═══ SUPPLIED MATERIAL

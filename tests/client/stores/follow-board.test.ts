import { createPinia, setActivePinia } from 'pinia';
import { afterEach, beforeEach, describe, expect, it, onTestFinished, vi } from 'vitest';
import { parseJobEvent, type JobEventDto } from '../../../shared/events/log';
import type { BoardSnapshot } from '../../../shared/board/types';
import type { JobSummary } from '../../../shared/schemas/jobs';
import { useBoardStore } from '../../../src/stores/board';
import { BURST_MS } from '../../../src/stores/bursts';
import { useJobsStore } from '../../../src/stores/jobs';
import { usePlanStore } from '../../../src/stores/plan';
import { buildJob, JOB_ID, json, UNIT_ID } from '../api-fakes';
import { plan } from '../../shared/plan/small-plan';

/**
 * A stand-in for the one Socket.IO client: it answers a join with a snapshot and lets the test
 * deliver `board:event`s as the server would. The stores under test see only the board store.
 */
const fake = vi.hoisted(() => {
  type Handler = (payload: unknown) => void;
  const handlers = new Map<string, Set<Handler>>();
  let snapshot: unknown = null;
  const socket = {
    connected: true,
    on(event: string, handler: Handler) {
      if (!handlers.has(event)) handlers.set(event, new Set());
      handlers.get(event)!.add(handler);
      return socket;
    },
    off(event: string, handler: Handler) {
      handlers.get(event)?.delete(handler);
      return socket;
    },
    emit() {
      return socket;
    },
    timeout() {
      const { presence, ...board } = snapshot as { seq: number; presence: unknown[] };
      return { emitWithAck: async () => ({ ok: true, mode: 'snapshot', board: JSON.stringify(board), presence, seq: board.seq }) };
    },
  };
  return {
    socket,
    setSnapshot(next: unknown) {
      snapshot = next;
    },
    deliver(event: string, payload: unknown) {
      for (const handler of handlers.get(event) ?? []) handler(payload);
    },
    reset() {
      handlers.clear();
    },
  };
});

vi.mock('../../../src/services/socket', async (importOriginal) => ({ ...(await importOriginal<object>()), connectSocket: () => fake.socket }));

const by: JobEventDto['by'] = { userId: 'u-sup', name: 'Maren Holt', role: 'supervisor' };

/** The board of a ready job with plan version 1, as the server's snapshot gives it. */
function readyBoard(seq: number): BoardSnapshot {
  return {
    seq,
    job: { id: JOB_ID, name: 'Boom erection for the pump house', site: 'Riverside works', kind: 'erection', state: 'ready', craneFleetNumber: 'CC-11', stop: null, lastResume: null, cancelReason: null },
    planVersion: 1,
    stages: [],
    crew: [{ userId: by.userId, name: by.name, role: 'supervisor' }],
    briefed: [],
    weather: null,
    windLimits: null,
    defects: [],
    presence: [],
  };
}

function summary(overrides: Partial<JobSummary> = {}): JobSummary {
  return {
    id: JOB_ID,
    name: 'Boom erection for the pump house',
    site: 'Riverside works',
    craneUnitId: UNIT_ID,
    craneFleetNumber: 'CC-11',
    kind: 'erection',
    state: 'ready',
    timeZone: 'Europe/Warsaw',
    planVersion: 1,
    updatedAt: '2026-10-01T07:00:00.000Z',
    myRoles: ['supervisor'],
    ...overrides,
  };
}

const at = (seq: number) => new Date(Date.parse('2026-10-02T07:00:00.000Z') + seq * 60_000).toISOString();
const started = (seq: number): JobEventDto => parseJobEvent({ jobId: JOB_ID, seq, type: 'job.started', at: at(seq), by, data: {} });
const stopped = (seq: number): JobEventDto => parseJobEvent({ jobId: JOB_ID, seq, type: 'job.stopped', at: at(seq), by, data: { reason: null, pressedAt: at(seq), alreadyStopped: false } });
const renamed = (seq: number, name: string): JobEventDto => parseJobEvent({ jobId: JOB_ID, seq, type: 'job.updated', at: at(seq), by, data: { changes: { name }, planRegenerated: false } });

type FetchArgs = [input: string, init?: RequestInit];
const wait = (ms: number) => new Promise((resolve) => setTimeout(resolve, ms));

describe('stores that follow the open board', () => {
  let fetchMock: ReturnType<typeof vi.fn<(...args: FetchArgs) => Promise<Response>>>;

  beforeEach(() => {
    setActivePinia(createPinia());
    fake.reset();
    fake.setSnapshot(readyBoard(5));
    fetchMock = vi.fn<(...args: FetchArgs) => Promise<Response>>();
    vi.stubGlobal('fetch', fetchMock);
  });
  afterEach(() => {
    useBoardStore().close();
    vi.unstubAllGlobals();
  });

  it('moves the job list and the open job to live and then stopped on the board’s events, with no request of their own', async () => {
    const jobs = useJobsStore();
    fetchMock.mockResolvedValueOnce(json(200, { items: [summary(), summary({ id: 'other-job', name: 'Another job' })] }));
    await jobs.loadList();
    fetchMock.mockResolvedValueOnce(json(200, { job: buildJob({ state: 'ready', planVersion: 1, lastSeq: 5 }) }));
    await jobs.loadJob(JOB_ID);
    const board = useBoardStore();
    await board.open(JOB_ID);
    const requestsBefore = fetchMock.mock.calls.length;

    fake.deliver('board:event', started(6));
    expect(jobs.items.find((j) => j.id === JOB_ID)?.state).toBe('live');
    expect(jobs.details[JOB_ID].state).toBe('live');
    expect(jobs.details[JOB_ID].lastSeq).toBe(6);

    fake.deliver('board:event', stopped(7));
    expect(jobs.items.find((j) => j.id === JOB_ID)).toMatchObject({ state: 'stopped', updatedAt: at(7) });
    expect(jobs.details[JOB_ID].state).toBe('stopped');
    // The other job's line is left as it was.
    expect(jobs.items.find((j) => j.id === 'other-job')?.state).toBe('ready');

    await wait(BURST_MS + 100);
    expect(fetchMock.mock.calls.length).toBe(requestsBefore);
  });

  it('closes the board with the server’s words when the person is taken off the crew, and ignores another job’s notice', async () => {
    const board = useBoardStore();
    await board.open(JOB_ID);
    expect(board.board?.job.id).toBe(JOB_ID);
    fake.deliver('board:removed', { jobId: 'another-job', reason: 'Not this board.' });
    expect(board.board?.job.id).toBe(JOB_ID);
    const reason = 'Maren Holt changed the crew of “Boom erection for the pump house”: you are no longer on its crew, so its live board is closed for you.';
    fake.deliver('board:removed', { jobId: JOB_ID, reason });
    expect(board.board).toBeNull();
    expect(board.live).toBe(false);
    expect(board.error).toBe(reason);
    // Nothing more reaches the closed board.
    fake.deliver('board:event', started(6));
    expect(board.board).toBeNull();
  });

  it('ignores an event the board already has, and reads the open job back once for a burst of changes the board does not carry', async () => {
    const jobs = useJobsStore();
    fetchMock.mockResolvedValueOnce(json(200, { items: [summary()] }));
    await jobs.loadList();
    fetchMock.mockResolvedValueOnce(json(200, { job: buildJob({ state: 'ready', planVersion: 1, lastSeq: 5 }) }));
    await jobs.loadJob(JOB_ID);
    await useBoardStore().open(JOB_ID);
    const requestsBefore = fetchMock.mock.calls.length;

    fake.deliver('board:event', renamed(5, 'An event the board already applied'));
    expect(jobs.items[0].name).toBe('Boom erection for the pump house');

    fetchMock.mockResolvedValue(json(200, { job: buildJob({ name: 'Pump house, second lift', distribution: ['office@hire.test'], state: 'ready', planVersion: 1, lastSeq: 7 }) }));
    fake.deliver('board:event', renamed(6, 'Pump house, first lift'));
    fake.deliver('board:event', renamed(7, 'Pump house, second lift'));
    // The name comes from the board at once; the distribution list only the server knows.
    expect(jobs.items[0].name).toBe('Pump house, second lift');
    await wait(BURST_MS + 100);
    const readBack = fetchMock.mock.calls.slice(requestsBefore).map(([url]) => url);
    expect(readBack).toEqual([`/api/jobs/${JOB_ID}`]);
    expect(jobs.details[JOB_ID].distribution).toEqual(['office@hire.test']);
  });

  it('adds a live event to the shown event log, and keeps it when a page that was already on its way arrives', async () => {
    const jobs = useJobsStore();
    const briefed = parseJobEvent({ jobId: JOB_ID, seq: 5, type: 'briefing.acknowledged', at: at(5), by, data: { planVersion: 1 } });
    fetchMock.mockResolvedValueOnce(json(200, { items: [briefed], lastSeq: 5 }));
    await jobs.loadEvents(JOB_ID);
    await useBoardStore().open(JOB_ID);

    let answer: (response: Response) => void = () => undefined;
    fetchMock.mockReturnValueOnce(new Promise<Response>((resolve) => (answer = resolve)));
    const loading = jobs.loadEvents(JOB_ID);
    fake.deliver('board:event', started(6));
    expect(jobs.events[JOB_ID].map((e) => e.seq)).toEqual([5, 6]);
    // The page was asked for before event 6 was committed.
    answer(json(200, { items: [], lastSeq: 5 }));
    await loading;
    expect(jobs.events[JOB_ID].map((e) => e.seq)).toEqual([5, 6]);
  });

  it('reads the shown plan back once after a revision on the board', async () => {
    const planStore = usePlanStore();
    const envelope = (version: number) => ({ version, locked: true, stale: false, plan: plan(), problems: [] });
    fetchMock.mockResolvedValueOnce(json(200, envelope(1)));
    await planStore.loadPlan(JOB_ID);
    await useBoardStore().open(JOB_ID);
    fake.deliver('board:event', started(6));
    const requestsBefore = fetchMock.mock.calls.length;

    fetchMock.mockResolvedValue(json(200, envelope(2)));
    const revised = parseJobEvent({ jobId: JOB_ID, seq: 7, type: 'plan.revised', at: at(7), by, data: { planVersion: 2, plan: plan(), reason: 'Defect: bent lacing' } });
    fake.deliver('board:event', revised);
    await wait(BURST_MS + 100);
    expect(fetchMock.mock.calls.slice(requestsBefore).map(([url]) => url)).toEqual([`/api/jobs/${JOB_ID}/plan`]);
    expect(planStore.envelopes[JOB_ID].version).toBe(2);
  });

  it('leaves a draft with unsaved edits alone when another device edits the plan, and reads a clean one back', async () => {
    const planStore = usePlanStore();
    const envelope = { version: 0, locked: false, stale: false, plan: plan(), problems: [] };
    fetchMock.mockResolvedValueOnce(json(200, envelope));
    await planStore.loadPlan(JOB_ID);
    await useBoardStore().open(JOB_ID);
    const requestsBefore = fetchMock.mock.calls.length;
    const edited = (seq: number): JobEventDto => parseJobEvent({ jobId: JOB_ID, seq, type: 'plan.edited', at: at(seq), by, data: { plan: plan(), problems: [] } });

    planStore.drafts[JOB_ID].stages[0].title = 'Ground and exclusion zone, checked twice';
    fake.deliver('board:event', edited(6));
    await wait(BURST_MS + 100);
    expect(fetchMock.mock.calls.length).toBe(requestsBefore);
    expect(planStore.drafts[JOB_ID].stages[0].title).toBe('Ground and exclusion zone, checked twice');

    planStore.discardDraft(JOB_ID);
    fetchMock.mockResolvedValue(json(200, envelope));
    fake.deliver('board:event', edited(7));
    await wait(BURST_MS + 100);
    expect(fetchMock.mock.calls.slice(requestsBefore).map(([url]) => url)).toEqual([`/api/jobs/${JOB_ID}/plan`]);
  });
});

describe('job lines followed without their board', () => {
  let fetchMock: ReturnType<typeof vi.fn<(...args: FetchArgs) => Promise<Response>>>;

  beforeEach(() => {
    setActivePinia(createPinia());
    fake.reset();
    fetchMock = vi.fn<(...args: FetchArgs) => Promise<Response>>();
    vi.stubGlobal('fetch', fetchMock);
  });
  afterEach(() => vi.unstubAllGlobals());

  it('the list line takes a job stopped by someone else, and the open job is read back once', async () => {
    const jobs = useJobsStore();
    fetchMock.mockResolvedValueOnce(json(200, { items: [summary({ state: 'live' })] }));
    await jobs.loadList();
    fetchMock.mockResolvedValueOnce(json(200, { job: buildJob({ state: 'live', lastSeq: 7 }) }));
    await jobs.loadJob(JOB_ID);
    const emitted: unknown[] = [];
    const plainEmit = fake.socket.emit;
    onTestFinished(() => {
      fake.socket.emit = plainEmit;
    });
    fake.socket.emit = ((event: string, payload: unknown) => {
      emitted.push([event, payload]);
      return fake.socket;
    }) as typeof fake.socket.emit;
    jobs.followLive();
    expect(emitted).toEqual([['jobs:follow', { jobIds: [JOB_ID] }]]);

    fetchMock.mockResolvedValueOnce(json(200, { job: buildJob({ state: 'stopped', lastSeq: 8 }) }));
    fake.deliver('jobs:summary', { jobId: JOB_ID, name: 'Boom erection for the pump house', site: 'Riverside works', state: 'stopped', timeZone: 'Europe/Warsaw', planVersion: 1, lastSeq: 8, updatedAt: at(8) });
    expect(jobs.items[0].state).toBe('stopped');
    expect(jobs.details[JOB_ID].state).toBe('stopped');
    await wait(BURST_MS + 50);
    expect(fetchMock).toHaveBeenCalledTimes(3);
    // An update the page already holds (an older seq) reads nothing back.
    fake.deliver('jobs:summary', { jobId: JOB_ID, name: 'x', site: 'y', state: 'stopped', timeZone: 'Europe/Warsaw', planVersion: 1, lastSeq: 8, updatedAt: at(8) });
    await wait(BURST_MS + 50);
    expect(fetchMock).toHaveBeenCalledTimes(3);
  });
});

══════

EXERCISE INSTRUCTIONS = Restate word for word the entries above from the line with "fake.socket.emit = ((event: string, payload: unknown)" through the line with "expect(jobs.items[0].state).toBe('stopped');", inclusive, leaving out everything else.

RESULT FOR THIS EXERCISE =
    fake.socket.emit = ((event: string, payload: unknown) => {
      emitted.push([event, payload]);
      return fake.socket;
    }) as typeof fake.socket.emit;
    jobs.followLive();
    expect(emitted).toEqual([['jobs:follow', { jobIds: [JOB_ID] }]]);

    fetchMock.mockResolvedValueOnce(json(200, { job: buildJob({ state: 'stopped', lastSeq: 8 }) }));
    fake.deliver('jobs:summary', { jobId: JOB_ID, name: 'Boom erection for the pump house', site: 'Riverside works', state: 'stopped', timeZone: 'Europe/Warsaw', planVersion: 1, lastSeq: 8, updatedAt: at(8) });
    expect(jobs.items[0].state).toBe('stopped');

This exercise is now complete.